Supplied material section start

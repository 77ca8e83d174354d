"""Baselines searched afresh: what each may hold, that luck does not order them, that nothing but the seed counts.

The searches here are of one design's hardware, whose tables are made in milliseconds: what they find can be
compared with a sweep of every voltage.
"""

from __future__ import annotations

from dataclasses import replace

import numpy as np
import pytest

from archopt.model.canonical import buses_used
from archopt.model.evaluator import Evaluator
from archopt.model.parameters import FIXED_RATIO
from archopt.model.space import FIXED, Designs
from archopt.search.genome import Genome
from archopt.search.published import publish
from archopt.search.replicates import Settings, search_all
from archopt.trade.afresh import (
    RATIO,
    Boards,
    baseline_row,
    fixed_problem,
    following_problem,
    gain_of,
    habitual_problem,
    members,
    nothing,
    remarks,
    search_afresh,
)
from archopt.trade.baselines import BEST_FIXED, FOLLOWS_ANNOUNCED, FOLLOWS_STUDY, FOLLOWS_UNANNOUNCED, HABIT
from archopt.trade.money import lifetime_costs
from archopt.trade.pinned import pinned_problem
from archopt.trade.schedules import best_fixed

TINY = Settings(evaluations=64, population=16, seed=3, stagnation_generations=99)


@pytest.fixture(scope="module")
def told(wide):
    whole, today = wide
    problem = pinned_problem(whole, today)
    evaluator = Evaluator(problem)
    found = search_all(evaluator, TINY, seeds_rows=today[None]).together
    published = publish(evaluator, found)
    front = Boards(published.rows, published.objectives, found.evaluations)
    seen: list[str] = []
    answer = search_afresh(
        problem, TINY, found, front, today=today, progress=lambda name, state: seen.append(name)
    )  # fmt: skip
    again = search_afresh(problem, TINY, found, front, today=today)
    return problem, answer, again, seen


def rows_of(answer):
    return {row["baseline"]: row for row in answer.rows}


@pytest.mark.parametrize("make", [fixed_problem, habitual_problem, following_problem])
def test_a_baseline_decodes_into_its_own_kind_alone(telecom, make) -> None:
    """Genomes at random become boards of the kind, whatever they hold."""
    problem, _ = telecom
    other = make(problem)
    genome = Genome(other)
    rng = np.random.default_rng(5)
    low = np.array([gene.low for gene in genome.genes])
    high = np.array([gene.high for gene in genome.genes])
    plan = genome.decode(low + (high - low) * rng.random((200, len(low))))
    kinds = problem.converters.kind[np.maximum(plan.bus["converter"] - 1, 0)]
    assert not ((kinds == FIXED_RATIO) & (plan.bus["converter"] > 0)).any()
    if make is following_problem:
        assert not (plan.bus["control"] == FIXED).any()
    else:
        assert (plan.bus["control"] == FIXED).all()
    if make is habitual_problem:
        assert set(problem.grid_v[plan.bus["nominal_v"]].ravel()) == {problem.study.control.habitual_v}


def test_every_baseline_is_of_its_kind(told) -> None:
    problem, answer, _, _ = told
    rows = rows_of(answer)
    assert list(rows) == [HABIT, BEST_FIXED, RATIO, FOLLOWS_UNANNOUNCED, FOLLOWS_STUDY, FOLLOWS_ANNOUNCED]
    assert rows[HABIT]["volts"] == problem.study.control.habitual_v
    assert isinstance(rows[BEST_FIXED]["volts"], float)
    for name in (FOLLOWS_UNANNOUNCED, FOLLOWS_STUDY, FOLLOWS_ANNOUNCED):
        assert isinstance(rows[name]["volts"], list)
        assert rows[name]["choices"]["bus_a.control"] != "fixed"
    for name in (HABIT, BEST_FIXED, FOLLOWS_STUDY):
        assert rows[name]["feasible"]
        assert rows[name]["evaluations"] >= TINY.evaluations


def test_a_weaker_demand_never_costs_more(told) -> None:
    _, answer, _, _ = told
    rows = rows_of(answer)
    orders = ((BEST_FIXED, HABIT), (FOLLOWS_ANNOUNCED, FOLLOWS_STUDY), (FOLLOWS_STUDY, FOLLOWS_UNANNOUNCED))
    for weaker, harder in orders:
        for key in ("lifetime_cost", "least_energy_kwh_per_year", "least_cost"):
            assert rows[weaker][key] <= rows[harder][key] * (1 + 1e-12)


def test_the_best_fixed_bus_is_the_one_a_sweep_of_every_voltage_finds(told, wide) -> None:
    problem, answer, _, _ = told
    row = rows_of(answer)[BEST_FIXED]
    swept = best_fixed(Evaluator(problem), wide[1])
    assert row["energy_loss_kwh_per_year"] == pytest.approx(float(swept.objectives[0]), rel=1e-9)
    assert row["cost_per_board"] == pytest.approx(float(swept.objectives[1]), rel=1e-9)


def test_the_gain_is_quoted_against_the_best_fixed_bus(told) -> None:
    problem, answer, _, _ = told
    rows = rows_of(answer)
    against = rows[BEST_FIXED]
    price = problem.study.economics.energy_price_per_kwh * problem.study.economics.cooling_overhead
    price *= problem.study.economics.life_years / problem.study.economics.upstream_efficiency
    for gain in answer.gains:
        own = rows[gain["of"]]
        life = [row["cost_per_board"] + price * row["energy_loss_kwh_per_year"] for row in (own, against)]
        assert gain["lifetime_cost_less"] == pytest.approx(life[1] - life[0], rel=1e-9)
        assert gain["energy_less_kwh"] == pytest.approx(
            against["energy_loss_kwh_per_year"] - own["energy_loss_kwh_per_year"], rel=1e-9
        )
        assert gain["cost_more"] == pytest.approx(own["cost_per_board"] - against["cost_per_board"], rel=1e-9)


def test_the_same_budget_and_seed_give_the_same_and_each_search_is_told(told) -> None:
    _, answer, again, seen = told
    assert answer.as_dict() == again.as_dict()
    # the study's jump is 100 %, so that every jump unannounced is no search of its own
    assert list(dict.fromkeys(seen)) == [HABIT, BEST_FIXED, FOLLOWS_STUDY, FOLLOWS_ANNOUNCED]


def test_equal_cost_is_a_share_of_the_fixed_boards_loss(telecom) -> None:
    """By hand: at 100 the moving board loses 50 against 80, at 120 40 against 60."""
    problem, _ = telecom
    none = np.zeros((2, problem.layout.width), dtype=np.int64)
    fixed = Boards(none, np.array([[80.0, 100.0, 60.0], [60.0, 120.0, 60.0]]))
    moving = Boards(none, np.array([[50.0, 100.0, 60.0], [40.0, 120.0, 60.0]]))
    gain = gain_of(problem, "moving", moving, fixed)
    assert gain["energy_less_at_equal_cost_percent"] == pytest.approx([100 / 3, (100 / 3 + 37.5) / 2, 37.5], rel=2e-3)


def test_a_bus_that_may_not_move_and_a_stopped_run_are_said(wide) -> None:
    whole, today = wide
    problem = pinned_problem(whole, today)
    still = replace(problem, study=replace(problem.study, control=replace(problem.study.control, kinds=("fixed",))))
    evaluator = Evaluator(problem)
    found = search_all(evaluator, replace(TINY, evaluations=24), seeds_rows=today[None]).together
    empty = replace(found, fixed_rows=found.fixed_rows[:0], kinds={})
    answer = search_afresh(still, TINY, empty, nothing(problem, ""), stop=lambda: True)
    rows = rows_of(answer)
    assert rows[HABIT]["note"] == "not searched: the run was stopped"
    assert rows[FOLLOWS_STUDY]["note"] == "the study does not allow a bus that follows the load"
    assert not rows[FOLLOWS_STUDY]["feasible"]
    assert answer.gains == []


def test_fixed_boards_that_beat_the_whole_front_are_remarked(telecom) -> None:
    problem, _ = telecom
    one = np.zeros((1, problem.layout.width), dtype=np.int64)
    good, bad = (Boards(one, np.array([[kwh, 100.0, 60.0]])) for kwh in (50.0, 60.0))
    assert remarks(problem, bad, good) == []
    (said,) = remarks(problem, good, bad)
    less = float(np.diff(lifetime_costs(problem.study, np.array([[50.0, 100.0], [60.0, 100.0]])))[0])
    assert f"{less:.2f} EUR less" in said


def test_members_need_a_bus(telecom) -> None:
    problem, today = telecom
    row = today[None]
    assert members(fixed_problem(problem), row).all()
    assert members(habitual_problem(problem), row).all()
    assert not members(following_problem(problem), row).any()
    direct = row.copy()
    Designs(problem.layout, direct).rail("feed")[:] = 0
    assert not buses_used(Designs(problem.layout, direct)).any()
    assert not members(fixed_problem(problem), direct).any()
    assert baseline_row(problem, HABIT, nothing(problem, "why"))["note"] == "why"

Supplied material section end

Work request:
The lines of the data, from the first through the one containing "from __future__ import annotations", are to be transcribed exactly.

Your solution:
repository 77ca8e83d174354d
"""Baselines searched afresh: what each may hold, that luck does not order them, that nothing but the seed counts.

The searches here are of one design's hardware, whose tables are made in milliseconds: what they find can be
compared with a sweep of every voltage.
"""

from __future__ import annotations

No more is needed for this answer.